Show every line of the data where the word "uploads" can be found.
[[ Data under study open ]]
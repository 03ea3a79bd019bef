import { readFileSync } from "node:fs";
import path from "node:path";
import { count, sql } from "drizzle-orm";
import { afterAll, beforeAll, describe, expect, it } from "vitest";
import { probes } from "../../../server/db/schema/index";
import { signedInPerson, startTestApp, type TestApp } from "../../helpers/test-app";
import { groupWithMembers } from "../maps/maps-fixtures";
import { FIXTURES, fixture, uploadProbe } from "./probe-upload";

// The probes API against the real app and PostgreSQL (pg-boss started, no worker): uploads in
// every format, refusals with their messages (nothing stored), access rules, starting a search.

const REF = JSON.parse(readFileSync(path.resolve(import.meta.dirname, "../../reference/probe-stats.json"), "utf8"));

let app: TestApp;
beforeAll(async () => {
  app = await startTestApp({ queue: true });
});
afterAll(async () => {
  await app?.stop();
});

async function stored(): Promise<number> {
  const [row] = await app.database.db.select({ n: count() }).from(probes);
  return row.n;
}

describe("POST /api/probes", () => {
  it("stores a .npy upload and answers its estimates and spectrum", async () => {
    const me = await signedInPerson(app, "uploader");
    const res = await uploadProbe(app.baseUrl, me.client, [fixture("probe-40.npy")], { mu: "1.2", title: "Trained network 7" });
    expect(res.status).toBe(201);
    expect(res.body).toMatchObject({ n: 40, mu: 1.2, nonlinearity: "tanh", format: "npy", title: "Trained network 7", fileName: "probe-40.npy", status: "ready", access: "owner", input: null });
    // numpy 2.4.6 values of the same file (tests/reference/probe-stats.json).
    expect(res.body.gEstimate).toBeCloseTo(REF.gEstimate, 12);
    expect(res.body.tauEstimate).toBeCloseTo(REF.tauEstimate, 12);
    expect(res.body.stats.g.se).toBeGreaterThan(0);
    const ours = (res.body.spectrum.re as number[]).map((re, k) => [re, res.body.spectrum.im[k] as number]).sort((a, b) => a[0] - b[0] || a[1] - b[1]);
    // numpy.linalg.eigvals of probe-40.npy, sorted by (Re, Im).
    (REF.eigenvalues as number[][]).forEach(([re, im], k) => {
      expect(ours[k][0]).toBeCloseTo(re, 9);
      expect(ours[k][1]).toBeCloseTo(im, 9);
    });
    const got = await me.client.get(`/api/probes/${res.body.id}`);
    expect(got.status).toBe(200);
    expect(got.body.stats).toEqual(res.body.stats);
  });

  it("takes CSV with an input vector, and Matrix Market files", async () => {
    const me = await signedInPerson(app, "csv");
    const csv = await uploadProbe(app.baseUrl, me.client, [fixture("good-4.csv"), fixture("input-4.csv", "input")], { mu: "0.8", nonlinearity: "tanh" });
    expect(csv.status).toBe(201);
    const values = JSON.parse(readFileSync(path.join(FIXTURES, "input-4.json"), "utf8")).values as number[];
    expect(csv.body.input.mean).toBeCloseTo(values.reduce((a, b) => a + b, 0) / 4, 14);
    expect(csv.body.input.max).toBe(Math.max(...values));
    const mtx = await uploadProbe(app.baseUrl, me.client, [fixture("coordinate-4.mtx")]);
    expect(mtx.status).toBe(201);
    expect(mtx.body).toMatchObject({ n: 4, format: "mtx", title: "coordinate-4" });
    expect((await me.client.get("/api/probes")).body.items.map((p: { id: string }) => p.id)).toEqual([mtx.body.id, csv.body.id]);
  });

  it("refuses signed-out uploads (401) and bad files with their problem (422), storing nothing", async () => {
    const before = await stored();
    expect((await uploadProbe(app.baseUrl, null, [fixture("good-4.csv")])).status).toBe(401);
    const me = await signedInPerson(app, "careless");
    const cases: [ReturnType<typeof fixture>[], Record<string, string>, RegExp][] = [
      [[fixture("ragged.csv")], { mu: "1" }, /row 3 has 2 values/],
      [[fixture("header.csv")], { mu: "1" }, /row 1 looks like a header/],
      [[fixture("complex.npy")], { mu: "1" }, /complex dtype/],
      [[fixture("big-endian.npy")], { mu: "1" }, /big-endian/],
      [[fixture("wrong-count.mtx")], { mu: "1" }, /wrong count/],
      [[{ field: "matrix", name: "couplings.txt", bytes: Buffer.from("1,2\n3,4\n") }], { mu: "1" }, /extension "\.txt"/],
      [[fixture("good-4.csv"), fixture("input-5.npy", "input")], { mu: "1" }, /Input vector: expected 4 values/],
      [[], { mu: "1" }, /Attach the coupling matrix/],
      [[{ field: "weights", name: "w.csv", bytes: Buffer.from("1") }], { mu: "1" }, /Unexpected file field "weights"/],
    ];
    for (const [parts, fields, message] of cases) {
      const res = await uploadProbe(app.baseUrl, me.client, parts, fields);
      expect(res.status, String(message)).toBe(422);
      expect(res.body.error.message).toMatch(message);
    }
    const noMu = await uploadProbe(app.baseUrl, me.client, [fixture("good-4.csv")], {});
    expect(noMu.status).toBe(422);
    expect(noMu.body.error.issues).toEqual([{ path: "mu", message: expect.stringMatching(/μ/) }]);
    expect((await uploadProbe(app.baseUrl, me.client, [fixture("good-4.csv")], { mu: "-1" })).body.error.issues[0].path).toBe("mu");
    expect(await stored()).toBe(before);
  });

  it("answers 413 with the limit for a file over 40 MB, storing nothing", async () => {
    const before = await stored();
    const me = await signedInPerson(app, "bulky");
    const big = { field: "matrix", name: "huge.csv", bytes: new Uint8Array(40 * 1024 * 1024 + 1).fill(0x31) };
    const res = await uploadProbe(app.baseUrl, me.client, [big]);
    expect(res.status).toBe(413);
    expect(res.body.error).toMatchObject({ code: "PAYLOAD_TOO_LARGE", message: "The matrix file is larger than the upload limit of 40 MB" });
    expect(await stored()).toBe(before);
  });
});

describe("access and searches", () => {
  it("group viewers read, editors search, outsiders get 404, only the owner deletes", async () => {
    const { owner, groupId, editor, viewer } = await groupWithMembers(app);
    const up = await uploadProbe(app.baseUrl, owner.client, [fixture("f64-5.npy")], { mu: "1", groupId });
    expect(up.status).toBe(201);
    const id = up.body.id as string;
    expect(up.body).toMatchObject({ groupId, groupName: "Attractor Reading Circle" });

    expect((await viewer.client.get(`/api/probes/${id}`)).body.access).toBe("viewer");
    expect((await viewer.client.get("/api/probes")).body.items.map((p: { id: string }) => p.id)).toContain(id);
    const denied = await viewer.client.post(`/api/probes/${id}/search`, {});
    expect(denied.status).toBe(403);
    expect((await viewer.client.delete(`/api/probes/${id}`)).status).toBe(403);

    const outsider = await signedInPerson(app, "outsider");
    expect((await outsider.client.get(`/api/probes/${id}`)).status).toBe(404);
    expect((await outsider.client.post(`/api/probes/${id}/search`, {})).status).toBe(404);
    expect((await outsider.client.get("/api/probes")).body.items).toEqual([]);
    expect((await app.client().get(`/api/probes/${id}`)).status).toBe(401);

    const started = await editor.client.post(`/api/probes/${id}/search`, { starts: 16, compareNetworks: 2 });
    expect(started.status).toBe(202);
    expect(started.body.status).toBe("searching");
    expect(started.body.search).toMatchObject({ settings: { starts: 16, compareNetworks: 2, tMax: 200, rtol: 1e-6, atol: 1e-9, seed: 1 }, startsDone: 0, startedAt: null });
    const jobs = await app.database.db.execute(sql`select data from pgboss.job where name = 'probe-search'`);
    expect(jobs.rows).toContainEqual({ data: { probeId: id, searchId: started.body.search.id } });
    const again = await owner.client.post(`/api/probes/${id}/search`, {});
    expect(again.status).toBe(409);

    expect((await editor.client.delete(`/api/probes/${id}`)).status).toBe(403);
    expect((await owner.client.delete(`/api/probes/${id}`)).status).toBe(204);
    expect((await owner.client.get(`/api/probes/${id}`)).status).toBe(404);
  });

  it("validates search settings and the work limit (422 naming them)", async () => {
    const me = await signedInPerson(app, "ambitious");
    const n = 900;
    const diag = Array.from({ length: n }, (_, i) => `${i + 1} ${i + 1} ${(-1) ** i * 0.5}`).join("\n");
    const body = Buffer.from(`%%MatrixMarket matrix coordinate real general\n${n} ${n} ${n}\n${diag}\n`);
    const up = await uploadProbe(app.baseUrl, me.client, [{ field: "matrix", name: "diag.mtx", bytes: body }]);
    expect(up.status).toBe(201);
    const over = await me.client.post(`/api/probes/${up.body.id}/search`, { starts: 512, compareNetworks: 16 });
    expect(over.status).toBe(422);
    expect(over.body.error.message).toMatch(/Limit "search work \(N² × starts × \(1 \+ comparison networks\)\)": at most 6\.0e\+8 for members, got 7\.05e\+9/);
    const bad = await me.client.post(`/api/probes/${up.body.id}/search`, { starts: 0, compareNetworks: 17, rtol: 1 });
    expect(bad.status).toBe(422);
    expect(bad.body.error.issues.map((i: { path: string }) => i.path).sort()).toEqual(["compareNetworks", "rtol", "starts"]);
    expect((await me.client.get(`/api/probes/${up.body.id}/equilibria/0`)).status).toBe(404);
  });
});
[[ Data under study closed ]]
- _Your response_
// The probes API against the real app and PostgreSQL (pg-boss started, no worker): uploads in
  it("refuses signed-out uploads (401) and bad files with their problem (422), storing nothing", async () => {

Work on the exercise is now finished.